Maputo — Despite the introduction of fiscal stamps in 2017, huge quantities of wines and spirits continue to enter Mozambique without paying any tax, according to a study undertaken by the anti-corruption NGO, the Centre for Public Integrity (CIP).
Speaking at a Maputo press conference on Tuesday, CIP researcher Borges Nhamirre estimated that, over the past three years, this smuggling has cost the state 62.7 million US dollars. He believed that only ten per cent of the drinks entering the country are taxed.
The use of fiscal stamps to seal bottles of wines and spirits has been compromised, Nhamirre claimed, because the stamps themselves are also being sold on the informal market.
According to the CIP research, corrupt customs staff are implicated in this scam, as are some workers of the British company OPSEC, which was hired to produce the fiscal stamps. The deal under which OPEC produces the stamps is valid for 15 years.
The proof of this, Nhamirre argues, is the drastic decline in the number of fiscal stamps sold by the Mozambican customs service to the producers and importers of wines and spirits. In the first year, 2017, the producers and importers purchased 44 million fiscal stamps. This figure dropped to 28 million in 2018 and to 21 million in 2019.
But there was no accompanying decline in the amount of alcoholic drinks on sale.
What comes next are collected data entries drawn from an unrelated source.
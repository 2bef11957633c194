"""Percent within limits (``tamis.project.pwl``) against scipy and the published FHWA table.

Sources:

- FHWA Technical Advisory T 5080.12, "Specification Conformity Analysis" (June 23, 1989), Table 1B
  "Quality index values for estimating PWL" (rows PU 73, 70, 65 and 60 read, n = 3, 4, 5, 7, 9 and the
  infinite column; read in the table's web copy). The table gives the quality index Q needed for a given
  P_U at two decimals. Known misprints of that table: PU 67, n = 5 prints 0.47 where the estimator gives
  0.484; ".031" at PU 62, n = 12-14 is 0.31. Neither row is asserted as printed.
- The estimator P_U = 100 I_x((n-2)/2, (n-2)/2), x = 1/2 + Q sqrt(n)/(2(n-1)): jaspAcceptanceSampling,
  R/decideVariableLots.R (read); after Lieberman and Resnikoff (1955) (title only).
- "For negative values of QL, PL is equal to 100 minus the table PL": City of Everett amendments to the
  WSDOT standard specifications (read).
- scipy.special.betainc and scipy.stats.beta as the numerical oracle (test-only dependency).
"""

from __future__ import annotations

import json
import math
import random
from statistics import NormalDist

import pytest
from scipy import special, stats

from tamis import api
from tamis.project.pwl import percent_within_one_limit, pwl, reg_inc_beta

# T 5080.12 Table 1B: PU -> Q for n = 3, 4, 5, 7, 9, infinity (as printed).
TABLE_1B = {
    73: (0.76, 0.69, 0.66, 0.64, 0.63, 0.61),
    70: (0.68, 0.60, 0.57, 0.55, 0.54, 0.52),
    65: (0.52, 0.45, 0.43, 0.41, 0.40, 0.39),
    60: (0.36, 0.30, 0.28, 0.27, 0.26, 0.25),
}
TABLE_N = (3, 4, 5, 7, 9)


def q_for_pu(pu: float, n: int) -> float:
    """The Q at which our estimator gives ``pu`` (bisection: P_U rises with Q)."""
    lo, hi = -5.0, 5.0
    for _ in range(200):
        mid = (lo + hi) / 2
        if percent_within_one_limit(mid, n) < pu:
            lo = mid
        else:
            hi = mid
    return (lo + hi) / 2


def test_incomplete_beta_equals_scipy():
    rng = random.Random(14)
    worst = 0.0
    for _ in range(5000):
        a = rng.choice((0.5, 1.0, 1.5, 2.0, 3.5, 10.0, 49.0)) if rng.random() < 0.5 else 0.05 + rng.random() * 80
        b = a if rng.random() < 0.5 else 0.05 + rng.random() * 80
        x = rng.random()
        worst = max(worst, abs(reg_inc_beta(x, a, b) - special.betainc(a, b, x)))
    assert worst < 1e-12
    assert reg_inc_beta(0.0, 2, 2) == 0.0 and reg_inc_beta(1.0, 2, 2) == 1.0


@pytest.mark.parametrize("n", [3, 4, 5, 6, 7, 8, 10, 15, 20, 30, 50])
def test_percent_within_equals_scipy_beta_cdf(n):
    a = (n - 2) / 2
    for q in [i / 20 for i in range(-50, 51)]:
        x = min(1.0, max(0.0, 0.5 + q * math.sqrt(n) / (2 * (n - 1))))
        want = 100 * stats.beta.cdf(x, a, a)
        assert percent_within_one_limit(q, n) == pytest.approx(want, abs=1e-9)


@pytest.mark.parametrize("pu", sorted(TABLE_1B))
def test_fhwa_table_1b_rows_at_printed_precision(pu):
    row = TABLE_1B[pu]
    for n, printed in zip(TABLE_N, row):
        q = q_for_pu(pu, n)
        assert abs(q - printed) <= 0.005 + 1e-9, (pu, n, q, printed)
        # the same inverse from scipy's beta distribution
        a = (n - 2) / 2
        x = stats.beta.ppf(pu / 100, a, a)
        assert q == pytest.approx((x - 0.5) * 2 * (n - 1) / math.sqrt(n), abs=1e-7)
    # the infinite column is the normal quantile
    assert abs(NormalDist().inv_cdf(pu / 100) - row[-1]) <= 0.005


def test_known_misprint_pu67_n5():
    # Table 1B prints 0.47; the estimator (ours and scipy's) gives 0.484, so the printed value is not a check.
    q = q_for_pu(67, 5)
    assert q == pytest.approx(0.4836, abs=5e-4)
    assert abs(q - 0.47) > 0.01


def test_closed_forms_and_negative_q():
    # n = 4: a = 1, I_x(1, 1) = x, so P_U = 100 (1/2 + Q/3)
    for q in (-1.2, -0.3, 0.0, 0.45, 1.1):
        assert percent_within_one_limit(q, 4) == pytest.approx(100 * (0.5 + q / 3), abs=1e-12)
    # P_U reaches 100 at Q = (n - 1)/sqrt(n): 1.1547 (n = 3), 1.7889 (n = 5), 2.8460 (n = 10)
    for n, q100 in ((3, 1.1547), (5, 1.7889), (10, 2.8460)):
        assert percent_within_one_limit((n - 1) / math.sqrt(n), n) == 100.0
        assert round((n - 1) / math.sqrt(n), 4) == q100
        assert percent_within_one_limit(q100 - 0.01, n) < 100.0
    # negative Q: 100 minus the value at |Q|
    for n in (3, 5, 9):
        for q in (0.2, 0.77, 1.0):
            assert percent_within_one_limit(-q, n) == pytest.approx(100 - percent_within_one_limit(q, n), abs=1e-9)


def test_two_sided_pwl_is_pu_plus_pl_minus_100():
    vals = [3.2, 4.1, 2.7, 3.9, 4.6, 3.3]
    r = pwl(vals, 2.0, 5.0)
    n, m, s = len(vals), sum(vals) / len(vals), stats.tstd(vals)
    assert r["sd"] == pytest.approx(s, rel=1e-12)
    a = (n - 2) / 2
    pu = 100 * stats.beta.cdf(0.5 + (5.0 - m) / s * math.sqrt(n) / (2 * (n - 1)), a, a)
    pl = 100 * stats.beta.cdf(0.5 + (m - 2.0) / s * math.sqrt(n) / (2 * (n - 1)), a, a)
    assert r["pu_pct"] == pytest.approx(pu, abs=1e-9) and r["pl_pct"] == pytest.approx(pl, abs=1e-9)
    assert r["pwl_pct"] == pytest.approx(pu + pl - 100, abs=1e-9)
    # one-sided: PWL is the percent within that limit
    assert pwl(vals, None, 5.0)["pwl_pct"] == pytest.approx(pu, abs=1e-9)


def test_not_estimated_below_three_tests_and_without_spread():
    assert pwl([3.0, 4.0], None, 5.0)["pwl_pct"] is None
    assert "at least 3" in pwl([3.0, 4.0], None, 5.0)["note"]
    r = pwl([100.0] * 4, 100.0, 100.0)
    assert r["pwl_pct"] is None and "no spread" in r["note"]


def test_op_pwl_through_the_api_and_its_errors():
    resp = json.loads(api.handle(json.dumps({"op": "pwl", "values": [4.2, 5.7, 3.1, 4.8], "upper": 5.0})))
    assert resp["ok"], resp
    assert "not an acceptance rule" in resp["result"]["notice"]
    assert resp["result"]["n"] == 4
    bad = json.loads(api.handle(json.dumps({"op": "pwl", "values": [1, "2"], "upper": 5})))
    assert not bad["ok"] and bad["error"]["field"] == "values[1]"
    inv = json.loads(api.handle(json.dumps({"op": "pwl", "values": [1, 2, 3], "lower": 5, "upper": 4})))
    assert not inv["ok"] and inv["error"]["code"] == "limits_inverted"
The bottles are continuing to enter Mozambique, but they are sealed (if at all) with contraband stamps.
“Thse who smuggle the drinks have also managed to smuggle the stamps”, said Nhamirre. “So the entire reform is annulled as long as the stamps remain on sale on the informal market. The smuggler brings in the drinks, buys the stamps and puts them on the bottles. The police can’t arrest him because the stamps are authentic”.
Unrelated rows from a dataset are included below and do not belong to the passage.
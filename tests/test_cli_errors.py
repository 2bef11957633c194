"""The command line speaks to people: a file that cannot be read or written is one line naming the file and
the problem, exit status 2, never a traceback; outputs are written whole or not at all.

merge keeps exit status 1 for its one documented meaning, "conflicts remain" (docs: `python -m tamis merge -h`).
"""

import json
import os
import pathlib
import subprocess
import sys

import pytest

GOLDEN = pathlib.Path(__file__).parent / "golden"
GRADATION = {"passing": [{"opening_mm": 4.75, "passing_pct": 100}, {"opening_mm": 0.6, "passing_pct": 40},
                         {"opening_mm": 0.075, "passing_pct": 3}]}  # invented


def run(*args, cwd, stdin=None):
    return subprocess.run([sys.executable, "-m", "tamis", *map(str, args)], capture_output=True, cwd=cwd,
                          input=stdin, timeout=120)


def one_line_error(p, *words):
    err = p.stderr.decode("utf-8")
    assert p.returncode == 2, (p.returncode, err)
    assert "Traceback" not in err and b"Traceback" not in p.stdout
    lines = [ln for ln in err.splitlines() if ln.strip()]
    assert len(lines) == 1 and lines[0].startswith("error: "), err
    for w in words:
        assert w in lines[0], (w, lines[0])
    return lines[0]


@pytest.fixture
def files(tmp_path):
    (tmp_path / "ok.json").write_text(json.dumps(GRADATION), encoding="utf-8")
    (tmp_path / "utf16.json").write_bytes(json.dumps(GRADATION).encode("utf-16"))          # with its BOM
    (tmp_path / "utf16le.json").write_bytes(json.dumps(GRADATION).encode("utf-16-le"))     # without one
    (tmp_path / "latin1.json").write_bytes('{"test": {"name": "Carrière"}}'.encode("latin-1"))
    (tmp_path / "folder").mkdir()
    req = json.loads((GOLDEN / "records-merge-two-devices.request.json").read_text(encoding="utf-8"))
    for i, text in enumerate(req["files"]):
        (tmp_path / f"dev{i}.csv").write_text(text, encoding="utf-8", newline="")
    return tmp_path


@pytest.mark.parametrize("command", ["gradation", "evaluate", "zones", "design_band"])
@pytest.mark.parametrize("name, words", [
    ("missing.json", ("missing.json", "no such file")),
    ("folder", ("folder", "is a folder")),
    ("utf16.json", ("utf16.json", "UTF-16")),
    ("utf16le.json", ("utf16le.json", "UTF-16")),
    ("latin1.json", ("latin1.json", "not UTF-8", "0xe8")),
])
def test_a_json_command_names_the_file_it_cannot_read_and_exits_2(files, command, name, words):
    p = run(command, name, cwd=files)
    one_line_error(p, *words)
    assert p.stdout == b""


def test_standard_input_in_utf16_is_refused_in_one_line(files):
    p = run("gradation", "-", cwd=files, stdin=json.dumps(GRADATION).encode("utf-16"))
    one_line_error(p, "standard input", "UTF-16")


def test_a_utf8_file_with_a_byte_order_mark_is_read(files):
    (files / "bom.json").write_bytes(b"\xef\xbb\xbf" + json.dumps(GRADATION).encode("utf-8"))
    p = run("gradation", "bom.json", cwd=files)
    assert p.returncode == 0, p.stderr
    assert json.loads(p.stdout)["ok"] is True


@pytest.mark.parametrize("args, words", [
    (("-o", "folder"), ("folder", "is a folder")),
    (("-o", "nowhere/merged.csv"), ("nowhere/merged.csv", "does not exist")),
    (("-o", "merged.csv", "--conflicts", "folder"), ("folder", "is a folder")),
    (("-o", "merged.csv", "--conflicts", "nowhere/c.json"), ("nowhere/c.json", "does not exist")),
])
def test_merge_to_a_place_it_cannot_write_exits_2_and_writes_nothing(files, args, words):
    before = sorted(os.listdir(files))
    p = run("merge", "dev0.csv", "dev1.csv", *args, cwd=files)
    one_line_error(p, *words)
    assert sorted(os.listdir(files)) == before          # no merged.csv, no temporary file left
    assert sorted(os.listdir(files / "folder")) == []


@pytest.mark.parametrize("name, words", [("missing.csv", ("missing.csv", "no such file")),
                                         ("folder", ("folder", "is a folder"))])
def test_merge_and_check_name_an_input_they_cannot_read(files, name, words):
    one_line_error(run("merge", "dev0.csv", name, "-o", "merged.csv", cwd=files), *words)
    assert not (files / "merged.csv").exists()
    one_line_error(run("check", name, cwd=files), *words)


def test_merge_with_conflicts_still_exits_1_and_writes_both_files_whole(files):
    p = run("merge", "dev0.csv", "dev1.csv", "-o", "merged.csv", "--conflicts", "c.json", cwd=files)
    assert p.returncode == 1, p.stderr
    assert json.loads((files / "c.json").read_text(encoding="utf-8"))["conflicts"]
    assert (files / "merged.csv").read_text(encoding="utf-8").startswith("tamis_csv,")
    assert not [n for n in os.listdir(files) if n.endswith(".tmp")]


def test_a_failed_replace_leaves_the_old_output_and_no_temporary_file(files, monkeypatch, capsys):
    # the last step of an atomic write fails (a disk error): the previous output stays as it was
    from tamis.exchange import office
    (files / "merged.csv").write_text("old content", encoding="utf-8")

    def refuse(src, dst):
        raise OSError(28, "No space left on device", dst)
    monkeypatch.setattr(office.os, "replace", refuse)
    status = office.write_all([(str(files / "merged.csv"), b"new content")])
    assert status == 2
    assert (files / "merged.csv").read_text(encoding="utf-8") == "old content"
    assert not [n for n in os.listdir(files) if n.endswith(".tmp")]
    assert "No space left on device" in capsys.readouterr().err


def test_an_atomic_write_gives_the_file_the_usual_permissions(files):
    from tamis.exchange import office
    assert office.write_all([(str(files / "new.csv"), b"x")]) is None
    mask = os.umask(0)
    os.umask(mask)
    assert (files / "new.csv").stat().st_mode & 0o777 == 0o666 & ~mask


def test_check_names_a_csv_file_saved_as_utf16_without_a_byte_order_mark(files):
    (files / "u16.csv").write_bytes((files / "dev0.csv").read_text(encoding="utf-8").encode("utf-16-le"))
    one_line_error(run("check", "u16.csv", cwd=files), "u16.csv", "UTF-16")


@pytest.mark.parametrize("target, words", [("folder", ("folder", "is a folder")),
                                           ("nowhere/r.html", ("nowhere/r.html", "does not exist"))])
def test_report_html_to_a_place_it_cannot_write_exits_2_and_writes_nothing(files, target, words):
    before = sorted(os.listdir(files))
    one_line_error(run("report", "dev0.csv", "--html", target, cwd=files), *words)
    assert sorted(os.listdir(files)) == before
    assert sorted(os.listdir(files / "folder")) == []


def test_report_html_is_written_whole(files):
    p = run("report", "dev0.csv", "--html", "r.html", cwd=files)
    assert p.returncode == 0, p.stderr
    text = (files / "r.html").read_text(encoding="utf-8")
    assert text.startswith("<!DOCTYPE html>") and text.rstrip().endswith("</html>")
    assert [n for n in os.listdir(files) if n.endswith(".tmp")] == []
Nhamirre advised the Mozambique Tax Authority (AT) to work with the OPSEC factory producing the stamps, in order to identify the illicit channels whereby they leave the factory and end up in the hands of the smugglers.
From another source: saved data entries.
"""APARCH(p,q), the asymmetric power ARCH of Ding, Granger & Engle (1993):

    s[t]^delta = omega + sum_i alpha_i (|e[t-i]| - gamma_i e[t-i])^delta + sum_j beta_j s[t-j]^delta,

omega > 0, alpha_i >= 0, beta_j >= 0, -1 < gamma_i < 1, delta > 0.  With delta = 2 and gamma = 0
it is GARCH(p,q); with delta = 2 it is GJR-GARCH(p,q) with alpha_i (1 - gamma_i)^2 on e^2 and
4 alpha_i gamma_i on 1(e < 0) e^2.

The recursion.  The news terms N_i[t] = (|e[t]| - gamma_i e[t])^delta depend on the residuals
only, so the power variance S[t] = s[t]^delta is a linear filter of them (``linear_filter``, no
loop over observations) and s[t]^2 = S[t]^(2/delta).  Presample (``presample=mean``): each lagged
news term before the first observation is its sample mean at the trial parameters, and each
lagged S is sbar^(delta/2) with sbar the mean squared residual -- which makes delta = 2 reproduce
the GARCH and GJR presample exactly; ``drop``: the first p residuals are lags only, lagged S
before the start at sbar^(delta/2).

Derivatives.  The forward derivatives of S run through the same filter (one row per parameter);
the gradient of sum_t w_t s2[t] runs it once backwards (the adjoint).  Both carry d s2 = (2/delta)
(s2/S) dS, plus -(2/delta^2) s2 ln S for delta.  Where e = 0 the news term is 0 and so are its
derivatives (its d/d delta, N ln|e|, is 0 there as N -> 0 faster than ln|e|).

Summary figures.  The persistence of S is sum_i alpha_i kappa_i + sum_j beta_j with
kappa_i = E(|z| - gamma_i z)^delta of the fitted distribution (:func:`power_news_moment`), and
E[s^delta] = omega / (1 - persistence).  The unconditional *variance* E[s^2] is a moment of
order 2/delta of S, not a function of its mean: it is given where delta = 2 and left blank
otherwise.  Forecasts: E_T[S[T+h]] follows an exact recursion; the one-step variance is exact,
and so are all steps where delta = 2; otherwise steps 2 and later average seeded simulated paths.

Estimation.  The persistence is not linear in the parameters (kappa moves with gamma, delta and
the shape), so a maximum on the stationarity bound is held there by :meth:`Aparch._hold`, which
sets the last beta (the last alpha without betas) and returns its gradient.  Variance targeting
does not apply: the level the recursion fixes is E[s^delta], which the mean squared residual
does not give unless delta = 2.
"""

from __future__ import annotations

import math

import numpy as np
from .._lazy import special

from .._lazy import lazy_module, lfilter
from ..errors import InputError
from ._linear import linear_filter
from .base import UNIT_TOL, VarianceFamily

integrate = lazy_module("scipy.integrate")

__all__ = ["Aparch", "power_news_moment", "abs_power_moment"]

#: optimiser box of delta: beyond 4 the power variance needs fourth moments of the shocks
_DELTA_BOX = (0.1, 4.0)
_GAMMA_BOX = 1.0 - 1e-4


# ---------------------------------------------------------------------------------------------
# E(|z| - gamma z)^delta of the standardised shocks

def abs_power_moment(dist, eta, delta: float) -> float | None:
    """E|z|^delta of a symmetric standardised distribution in closed form, or None if not symmetric.

    normal: 2^(d/2) Gamma((d+1)/2) / sqrt(pi) (Ding, Granger & Engle 1993); Student t with unit
    variance: (nu-2)^(d/2) Gamma((d+1)/2) Gamma((nu-d)/2) / (sqrt(pi) Gamma(nu/2)), infinite for
    d >= nu; GED with unit variance: s^d Gamma((d+1)/nu) / Gamma(1/nu), s^2 = Gamma(1/nu)/Gamma(3/nu).
    """
    d = float(delta)
    if dist.name == "normal":
        return math.exp(0.5 * d * math.log(2.0) + special.gammaln(0.5 * (d + 1.0)) - 0.5 * math.log(math.pi))
    if dist.name == "t":
        nu = float(eta[0])
        if d >= nu:
            return math.inf
        return math.exp(0.5 * d * math.log(nu - 2.0) + special.gammaln(0.5 * (d + 1.0)) + special.gammaln(0.5 * (nu - d))
                        - 0.5 * math.log(math.pi) - special.gammaln(0.5 * nu))
    if dist.name == "ged":
        nu = float(eta[0])
        logs = 0.5 * (special.gammaln(1.0 / nu) - special.gammaln(3.0 / nu))
        return math.exp(d * logs + special.gammaln((d + 1.0) / nu) - special.gammaln(1.0 / nu))
    return None


def _skewt_integrand(nu: float, lam: float):
    """Hansen's (1994) skewed-t density as a plain scalar function (quad calls it often)."""
    logc = special.gammaln(0.5 * (nu + 1.0)) - special.gammaln(0.5 * nu) - 0.5 * math.log(math.pi * (nu - 2.0))
    c = math.exp(logc)
    a = 4.0 * lam * c * (nu - 2.0) / (nu - 1.0)
    b = math.sqrt(1.0 + 3.0 * lam * lam - a * a)
    k, m, bc = nu - 2.0, -0.5 * (nu + 1.0), b * c
    lo, hi = 1.0 - lam, 1.0 + lam

    def pdf(z):
        u = b * z + a
        y = u / (lo if u < 0.0 else hi)
        return bc * (1.0 + y * y / k) ** m

    return pdf, -a / b  # the density and its kink


def _half_moment(pdf, sign: float, delta: float, kink: float | None) -> float:
    """integral_0^inf y^delta pdf(sign * y) dy by adaptive quadrature, split at a kink of the density."""
    def f(y):
        return y ** delta * pdf(sign * y)

    opts = dict(epsabs=0.0, epsrel=1e-11, limit=200)
    cut = None if kink is None else sign * kink
    if cut is not None and cut > 0.0:
        return integrate.quad(f, 0.0, cut, **opts)[0] + integrate.quad(f, cut, math.inf, **opts)[0]
    return integrate.quad(f, 0.0, math.inf, **opts)[0]


_HALF_CACHE: dict = {}


def _half_moments(dist, eta, delta: float):
    """(E[z^delta 1(z>0)], E[(-z)^delta 1(z<0)]) of the standardised shocks, cached by
    (distribution, delta, shape): the estimator asks again at every trial point, and only a
    change of delta or of the shape parameters changes them."""
    key = (dist.name, float(delta)) + tuple(float(v) for v in np.ravel(eta))
    got = _HALF_CACHE.get(key)
    if got is not None:
        return got
    sym = abs_power_moment(dist, eta, delta)
    if sym is not None:
        got = (0.5 * sym, 0.5 * sym)
    else:
        if dist.name == "skewt":
            nu, lam = float(eta[0]), float(eta[1])
            if delta >= nu:  # the tails of z^delta f(z) decay as z^(delta - nu - 1)
                got = (math.inf, math.inf)
            else:
                pdf, kink = _skewt_integrand(nu, lam)
                got = (_half_moment(pdf, 1.0, delta, kink), _half_moment(pdf, -1.0, delta, kink))
        else:  # any other standardised density: quadrature of its own log-density
            def pdf(z):
                return math.exp(float(dist.logpdf(np.array([z]), eta)[0]))

            got = (_half_moment(pdf, 1.0, delta, None), _half_moment(pdf, -1.0, delta, None))
    if len(_HALF_CACHE) > 4096:
        _HALF_CACHE.clear()
    _HALF_CACHE[key] = got
    return got


def power_news_moment(gamma, delta: float, dist, eta) -> np.ndarray:
    """kappa_i = E(|z| - gamma_i z)^delta for each gamma_i, under the standardised distribution.

    (|z| - g z)^delta is ((1 - g) z)^delta for z > 0 and ((1 + g)(-z))^delta for z < 0, so
    kappa = (1 - g)^delta E[z^delta 1(z>0)] + (1 + g)^delta E[(-z)^delta 1(z<0)]; the two half
    moments are closed forms for the symmetric distributions (:func:`abs_power_moment`) and
    one-dimensional quadrature of the density otherwise (Hansen's skewed t).  Infinite where
    the shocks lack the moment (Student and skewed t with delta >= nu).
    """
    g = np.asarray(gamma, dtype=float)
    up, down = _half_moments(dist, np.asarray(eta, dtype=float), float(delta))
    with np.errstate(invalid="ignore"):
        return (1.0 - g) ** delta * up + (1.0 + g) ** delta * down


def _normal_kappa(g: float, d: float) -> float:
    return 0.5 * ((1.0 - g) ** d + (1.0 + g) ** d) * math.exp(
        0.5 * d * math.log(2.0) + special.gammaln(0.5 * (d + 1.0)) - 0.5 * math.log(math.pi))


# ---------------------------------------------------------------------------------------------
class _State:
    """What the forward recursion leaves for the adjoint."""

    __slots__ = ("e", "sig2", "S", "N", "sgn", "fac", "logb", "sbar", "c0", "den", "tail", "m",
                 "omega", "alpha", "gamma", "beta", "delta", "mean_mode")


class _SimState:
    """Per lagged shock its power split by sign (:meth:`Aparch._split_power`) -- (level, None) for
    a presample shock at its expectation -- and the lagged power variances S = s^delta of
    simulated paths, newest last; with the news coefficients of :meth:`Aparch._sim_coefficients`."""

    __slots__ = ("shocks", "S", "S_new", "coefs", "delta")

    def __init__(self, shocks, S, coefs, delta):
        self.shocks, self.S, self.S_new = shocks, S, None
        self.coefs, self.delta = coefs, delta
Nhamirre believed that, if the fiscal stamps were used correctly, they would raise enough money to allow the Mozambican state to reduce other taxes. It would, for instance, become possible to reduce Value Added Tax (VAT) from the current 17 per cent to 14 per cent.
If the AT did not act, he warned, revenue would continue to fall, “and the formal sector importers will feel discouraged to purchase the stamps legally, because they know that those who obtain the stamps on the informal market are not paying any taxes at all”.